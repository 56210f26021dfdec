/**
 * Catalogue entries whose correction is generated at the binary (dipole or curvature-induced
 * scalar radiation): EdGB, dCS, Brans-Dicke and generic dipole radiation.
 * Formulas and statuses follow the project's physics primer, section 2.
 */
import { REFS } from "./references.ts";
import type { TheoryEntry, ValidityEntry } from "./theory-entry.ts";

/** Body indices as subscripts in labels (m₁, χ₂). */
const SUB = { 1: "₁", 2: "₂" } as const;

/** Horizon regularity / small coupling on each black hole with its own mass. */
function perBlackHoleCoupling(theory: string): ValidityEntry[] {
  return ([1, 2] as const).map((i) => ({
    expression: `16*pi*alpha^2/m${i}^4`,
    max: 1 / 6,
    label: `${theory} coupling on body ${i}: 16π α²/m${SUB[i]}⁴ < 1/6`,
    kind: "hard" as const,
    reference: "small-coupling expansion; 1/6 as the regular-horizon limit is a value from memory (to confirm)",
    source_status: "memory" as const,
    body: i,
    applies_to: ["bh"] as const,
  }));
}

export const edgb: TheoryEntry = {
  slug: "edgb",
  name: "Einstein-dilaton-Gauss-Bonnet gravity (linear, shift-symmetric coupling)",
  family: "quadratic gravity",
  summary:
    "A scalar coupled linearly to the Gauss-Bonnet invariant. Black holes carry a scalar charge that depends on their spin; neutron stars carry none at leading order. Unequal charges radiate scalar dipole waves, a -1PN correction to the phase.",
  action_latex:
    "S = \\int d^4x\\,\\sqrt{-g}\\left[\\frac{R}{16\\pi} + \\alpha\\,\\phi\\,\\mathcal{G} - \\frac{1}{2}\\nabla_\\mu\\phi\\nabla^\\mu\\phi\\right],\\quad \\mathcal{G} = R^2 - 4R_{\\mu\\nu}R^{\\mu\\nu} + R_{\\mu\\nu\\rho\\sigma}R^{\\mu\\nu\\rho\\sigma}",
  assumptions: [
    "small coupling: 16π α²/m⁴ ≪ 1 for every black hole",
    "leading PN order of the scalar dipole flux; conservative corrections are higher order",
    "aligned spins; spin enters only through the black-hole charge factor s(χ)",
  ],
  couplings: [
    {
      symbol: "alpha",
      latex: "\\alpha",
      dimension: "L^2",
      unit: "km^2",
      description: "Gauss-Bonnet coupling in convention A; its sign can be absorbed into the scalar (φ → -φ), so α ≥ 0",
      quoted: { form: "sqrt", symbol: "sqrt_alpha", latex: "\\sqrt{\\alpha}", unit: "km" },
      range: "non_negative",
      gr_value: "zero",
      convention: "A",
      conventions: [
        {
          name: "A",
          action_latex: "\\int\\sqrt{-g}\\,[R/16\\pi + \\alpha\\,\\phi\\,\\mathcal{G} - \\tfrac12(\\partial\\phi)^2]",
          factor: 1,
          factor_expression: "1",
        },
        {
          name: "SZ",
          action_latex: "\\frac{1}{8\\pi}\\int\\sqrt{-g}\\,[R/2 - \\tfrac12(\\partial\\phi)^2 + \\alpha\\,\\phi\\,\\mathcal{G}]",
          factor: 1 / Math.sqrt(8 * Math.PI),
          factor_expression: "1/sqrt(8*pi)",
          source_status: "derived",
          note: "rescale φ to a canonical kinetic term with R/(16π) in front",
        },
        {
          name: "JB",
          action_latex: "\\frac{1}{16\\pi}\\int\\sqrt{-g}\\,[R - 2(\\partial\\phi)^2 + \\alpha f(\\phi)\\,\\mathcal{G}],\\ f = 2\\phi",
          factor: 1 / Math.sqrt(16 * Math.PI),
          factor_expression: "1/sqrt(16*pi)",
          reference: REFS.sanger2024.key,
          source_status: "derived",
          note: "check: l_GB = 0.51 M_sun in JB is √(α_A) = 0.28 km (Sanger et al. 2024)",
        },
      ],
    },
  ],
  definitions: [
    { symbol: "zeta", expression: "16*pi*alpha^2/M^4", latex: "\\zeta = 16\\pi\\alpha^2/M^4", description: "dimensionless coupling" },
  ],
  mappings: [
    {
      kind: "inspiral_phase",
      pn_order: -1,
      b: -7,
      expression: "-(5/7168)*zeta*(m1^2*s2 - m2^2*s1)^2/(M^4*eta^(18/5))",
      latex: "\\beta = -\\frac{5}{7168}\\,\\zeta\\,\\frac{(m_1^2 s_2 - m_2^2 s_1)^2}{M^4\\,\\eta^{18/5}}",
      derivation: {
        kind: "energy_flux",
        order: -1,
        A: "0",
        B: "(5/96)*zeta*(m1^2*s2 - m2^2*s1)^2/(M^4*eta^4)",
        note: "dipole flux F = F_GR [1 + B v⁻²]; the derivation check compares this B with β",
      },
      gimr_equivalent: { k: -2, expression: "-(10*pi/21)*alpha^2*(s1/m1^2 - s2/m2^2)^2", source_status: "derived" },
      body_rules: [
        {
          kind: "charge",
          description:
            "black holes carry the spin-dependent charge factor s = 2 (√(1 - χ²) - 1 + χ²)/χ² (spinning-hole charge: Yagi, Stein & Yunes 2016, value from memory, to be confirmed); neutron stars s = 0 at leading order (Yagi 2012)",
          bodies: ["bh", "ns"],
          reference: REFS.yagiSteinYunes2016.key,
        },
      ],
      validity: perBlackHoleCoupling("EdGB"),
      source_status: "derived",
      references: [REFS.yunesYagiPretorius2016.key, REFS.yagi2012.key, REFS.yagiSteinYunes2016.key],
      notes:
        "Normalisation derived from the dipole flux; that Yunes, Yagi & Pretorius 2016 Table I prints this form is from memory. β < 0 always; equal-mass, equal-spin black holes give β = 0 (no constraint).",
    },
  ],
  references: [REFS.yunesYagiPretorius2016, REFS.yagi2012, REFS.yagiSteinYunes2016, REFS.perkins2021, REFS.lyuJiangYagi2022, REFS.sanger2024],
  reference_bounds: [
    {
      coupling: "alpha",
      quoted_symbol: "sqrt_alpha",
      value: 1.9,
      unit: "km",
      side: "upper",
      reference: REFS.yagi2012.key,
      source_status: "memory",
      convention: "A",
      note: "orbital decay of a low-mass X-ray binary (A0620-00). No credibility: the abstract calls it a conservative bound and states no credible level.",
    },
    {
      coupling: "alpha",
      quoted_symbol: "sqrt_alpha",
      value: 1.7,
      unit: "km",
      side: "upper",
      reference: REFS.perkins2021.key,
      source_status: "confirmed",
      convention: "A",
      note: "stacking GWTC-1/2 events. No credibility yet: the abstract states the value without its credible level; to be read in the paper.",
    },
    {
      coupling: "alpha",
      quoted_symbol: "sqrt_alpha",
      value: 1.33,
      unit: "km",
      side: "upper",
      reference: REFS.lyuJiangYagi2022.key,
      source_status: "confirmed",
      credibility: 0.9,
      convention: "A",
      note: "neutron-star - black-hole events (90% credible, abstract)",
    },
  ],
  needs_source_confirmation: true,
};

export const dcs: TheoryEntry = {
  slug: "dcs",
  name: "Dynamical Chern-Simons gravity",
  family: "quadratic gravity",
  summary:
    "A pseudo-scalar coupled to the Pontryagin density. Spinning black holes acquire a scalar dipole and a modified quadrupole; the leading inspiral correction enters at 2PN and vanishes for non-spinning binaries.",
  action_latex:
    "S = \\int d^4x\\,\\sqrt{-g}\\left[\\frac{R}{16\\pi} + \\frac{\\alpha}{4}\\,\\vartheta\\,{}^{*}\\!RR - \\frac{1}{2}\\nabla_\\mu\\vartheta\\nabla^\\mu\\vartheta\\right]",
  assumptions: [
    "small coupling ζ = 16π α²/M⁴ ≪ 1",
    "slow rotation: leading order in the spins",
    "derived for binary black holes",
    "action normalisation as written is from memory; the mapping's ζ convention is the one of Yagi, Stein, Yunes & Tanaka 2012",
  ],
  couplings: [
    {
      symbol: "alpha",
      latex: "\\alpha",
      dimension: "L^2",
      unit: "km^2",
      description: "Chern-Simons coupling, normalised so that ζ = 16π α²/M⁴; its sign can be absorbed into the pseudo-scalar, so α ≥ 0",
      quoted: { form: "sqrt", symbol: "sqrt_alpha", latex: "\\sqrt{\\alpha}", unit: "km" },
      range: "non_negative",
      gr_value: "zero",
      convention: "A",
      conventions: [{ name: "A", factor: 1, factor_expression: "1" }],
    },
  ],
  definitions: [{ symbol: "zeta", expression: "16*pi*alpha^2/M^4", latex: "\\zeta = 16\\pi\\alpha^2/M^4" }],
  mappings: [
    {
      kind: "inspiral_phase",
      pn_order: 2,
      b: -1,
      expression:
        "(1549225/11812864)*(zeta/eta^(14/5))*((1 - 231808*eta/61969)*chi_s^2 + (1 - 16068*eta/61969)*chi_a^2 - 2*dm*chi_s*chi_a)",
      latex:
        "\\beta = \\frac{1549225}{11812864}\\frac{\\zeta}{\\eta^{14/5}}\\left[\\left(1 - \\frac{231808}{61969}\\eta\\right)\\chi_s^2 + \\left(1 - \\frac{16068}{61969}\\eta\\right)\\chi_a^2 - 2\\delta m\\,\\chi_s\\chi_a\\right]",
      body_rules: [{ kind: "derived_for", description: "derived for binary black holes", bodies: ["bh"] }],
      validity: [
        ...([1, 2] as const).map((i) => ({
          expression: `16*pi*alpha^2/m${i}^4`,
          max: 0.1,
          label: `small coupling on body ${i}: 16π α²/m${SUB[i]}⁴ ≪ 1 (at most 0.1)`,
          kind: "hard" as const,
          reference: "the mapping is a small-coupling expansion in each hole's own 16 pi alpha^2 / m^4; project choice: 0.1 stands for 'much less than 1'",
          body: i,
          applies_to: ["bh"] as const,
        })),
        ...([1, 2] as const).map((i) => ({
          expression: `abs(chi${i})`,
          max: 0.5,
          label: `slow rotation of body ${i}: |χ${SUB[i]}| ≪ 1 (rule of thumb 0.5)`,
          kind: "rule_of_thumb" as const,
          reference: "the mapping is O(chi^2) (slow-rotation expansion); project choice: 0.5 as the rule of thumb",
          body: i,
          applies_to: ["bh"] as const,
        })),
      ],
      source_status: "confirmed",
      references: [REFS.yagiSteinYunesTanaka2012.key],
      notes: "Non-spinning binaries give β = 0 (no constraint).",
    },
  ],
  references: [REFS.yagiSteinYunesTanaka2012, REFS.alexanderYunes2009, REFS.yunesYagiPretorius2016],
};

export const bransDicke: TheoryEntry = {
  slug: "brans-dicke",
  name: "Brans-Dicke theory (massless scalar-tensor)",
  family: "scalar-tensor",
  summary:
    "A massless scalar with coupling ω_BD. Bodies radiate scalar dipole waves in proportion to the difference of their sensitivities; black holes all have sensitivity 1/2, so only mixed binaries constrain ω_BD.",
  action_latex:
    "S = \\frac{1}{16\\pi}\\int d^4x\\,\\sqrt{-g}\\left[\\phi R - \\frac{\\omega_{BD}}{\\phi}\\nabla_\\mu\\phi\\nabla^\\mu\\phi\\right] + S_m[g, \\psi_m]",
  assumptions: [
    "ω_BD ≫ 1 (leading order in 1/ω_BD)",
    "sensitivities: black hole 1/2; neutron star from its equation of state (an input)",
    "dipole coefficient stored as 1/(2 + ω_BD); the exact coefficient is 1/(ω_BD + 3/2). Both agree at leading order in 1/ω_BD, but published small-ω_BD numbers differ by up to about 2x depending on which is used",
  ],
  couplings: [
    {
      symbol: "omega_BD",
      latex: "\\omega_{BD}",
      dimension: "1",
      unit: "1",
      quoted: { form: "identity", symbol: "omega_BD", latex: "\\omega_{BD}", unit: "1" },
      range: "positive",
      gr_value: "infinity",
    },
  ],
  mappings: [
    {
      kind: "inspiral_phase",
      pn_order: -1,
      b: -7,
      expression: "-(5/3584)*eta^(2/5)*(sigma1 - sigma2)^2/(2 + omega_BD)",
      latex: "\\beta = -\\frac{5}{3584}\\,\\eta^{2/5}\\,\\frac{(s_1 - s_2)^2}{2 + \\omega_{BD}}",
      derivation: {
        kind: "energy_flux",
        order: -1,
        A: "0",
        B: "(5/48)*(sigma1 - sigma2)^2/(2 + omega_BD)",
        note: "dipole flux (1/3) η² v⁸ (a₁ - a₂)² with scalar charges aᵢ = (1 - 2 sᵢ)/√(2ω_BD + 3), to leading order in 1/ω_BD [derived]",
      },
      body_rules: [
        {
          kind: "charge",
          description: "sensitivity s = 1/2 for a black hole; a neutron star's sensitivity must be supplied",
          bodies: ["bh", "ns"],
          reference: REFS.willZaglauer1989.key,
        },
      ],
      validity: [
        {
          expression: "1/omega_BD",
          max: 0.1,
          label: "ω_BD ≫ 1 (leading order in 1/ω_BD)",
          kind: "rule_of_thumb",
          reference: "project choice: omega_BD >= 10 stands for 'much greater than 1'",
        },
      ],
      source_status: "memory",
      references: [REFS.will1994.key, REFS.yunesYagiPretorius2016.key],
      caution:
        "The dipole coefficient is stored as 1/(2 + ω_BD); the exact one is 1/(ω_BD + 3/2). They agree at leading order in 1/ω_BD, but at small ω_BD published limits differ by up to about 2x depending on the choice.",
      notes:
        "Recalled form, cross-checked by re-deriving the dipole flux. Coefficient 1/(2 + ω_BD) (exact: 1/(ω_BD + 3/2), equal at leading order in 1/ω_BD). Not a power law in ω_BD: the limit is a numeric root.",
    },
  ],
  references: [REFS.will1994, REFS.willZaglauer1989, REFS.bertottiIessTortora2003, REFS.yunesYagiPretorius2016],
  reference_bounds: [
    {
      coupling: "omega_BD",
      quoted_symbol: "omega_BD",
      value: 40000,
      unit: "1",
      side: "lower",
      reference: REFS.bertottiIessTortora2003.key,
      source_status: "memory",
      credibility: 0.95,
      note: "Shapiro delay of the Cassini radio link (Solar System, not a GW bound). 95 %: Alsing, Berti, Will & Zaglauer 2012 (arXiv:1112.4903) quote ω_BD > 40000 to 95 % confidence in their abstract (the massless limit of their theory); it is the 2-σ end of γ - 1 = (2.1 ± 2.3) × 10⁻⁵ (value from memory), since 1 - γ = 1/(2 + ω_BD).",
    },
  ],
  needs_source_confirmation: true,
};


export const scalarDipole: TheoryEntry = {
  slug: "scalar-dipole",
  name: "Generic dipole radiation",
  family: "scalar-tensor",
  summary:
    "Theory-agnostic extra dipole flux F = F_GR [1 + B v⁻²], the common form of scalar or vector dipole emission. A limit on B can be reused for any theory that predicts it.",
  assumptions: ["the extra flux is a small correction at every frequency analysed", "the binding energy is unchanged at -1PN"],
  couplings: [
    {
      symbol: "B_dip",
      latex: "B",
      dimension: "1",
      unit: "1",
      description: "relative dipole flux coefficient (a flux, so B ≥ 0)",
      quoted: { form: "identity", symbol: "B_dip", latex: "B", unit: "1" },
      range: "non_negative",
      gr_value: "zero",
    },
  ],
  mappings: [
    {
      kind: "inspiral_phase",
      pn_order: -1,
      b: -7,
      expression: "-(3/224)*eta^(2/5)*B_dip",
      latex: "\\beta = -\\frac{3}{224}\\,\\eta^{2/5} B",
      derivation: { kind: "energy_flux", order: -1, A: "0", B: "B_dip" },
      validity: [
        {
          // The dipole-to-quadrupole flux ratio B v^-2 grows toward low frequency, so it is largest at
          // the low end of the band, v = (pi M f_low)^(1/3): that is where it must be small.
          expression: "abs(B_dip)*(pi*M*f_low)^(-2/3)",
          max: 0.1,
          label: "dipole flux small against the quadrupole flux over the band: |B| v⁻² below 0.1 at the band's low end, v = (π M f_low)^(1/3)",
          kind: "rule_of_thumb",
          reference: "project choice: 0.1 stands for 'much less than 1'",
        },
      ],
      source_status: "derived",
      references: [REFS.yunesPretorius2009.key],
      notes: "Energy balance and the stationary-phase approximation (Yunes & Pretorius 2009).",
    },
  ],
  references: [REFS.yunesPretorius2009, REFS.yunesYagiPretorius2016],
};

◇ ◇ ◇ ◇ ◇

### WHAT TO DO
Everything from the first line of the data through the line holding "export const edgb: TheoryEntry" should be output exactly, and no other lines.

### ANSWER SPACE
repository 56210f26021dfdec
/**
 * Catalogue entries whose correction is generated at the binary (dipole or curvature-induced
 * scalar radiation): EdGB, dCS, Brans-Dicke and generic dipole radiation.
 * Formulas and statuses follow the project's physics primer, section 2.
 */
import { REFS } from "./references.ts";
import type { TheoryEntry, ValidityEntry } from "./theory-entry.ts";

/** Body indices as subscripts in labels (m₁, χ₂). */
const SUB = { 1: "₁", 2: "₂" } as const;

/** Horizon regularity / small coupling on each black hole with its own mass. */
function perBlackHoleCoupling(theory: string): ValidityEntry[] {
  return ([1, 2] as const).map((i) => ({
    expression: `16*pi*alpha^2/m${i}^4`,
    max: 1 / 6,
    label: `${theory} coupling on body ${i}: 16π α²/m${SUB[i]}⁴ < 1/6`,
    kind: "hard" as const,
    reference: "small-coupling expansion; 1/6 as the regular-horizon limit is a value from memory (to confirm)",
    source_status: "memory" as const,
    body: i,
    applies_to: ["bh"] as const,
  }));
}

export const edgb: TheoryEntry = {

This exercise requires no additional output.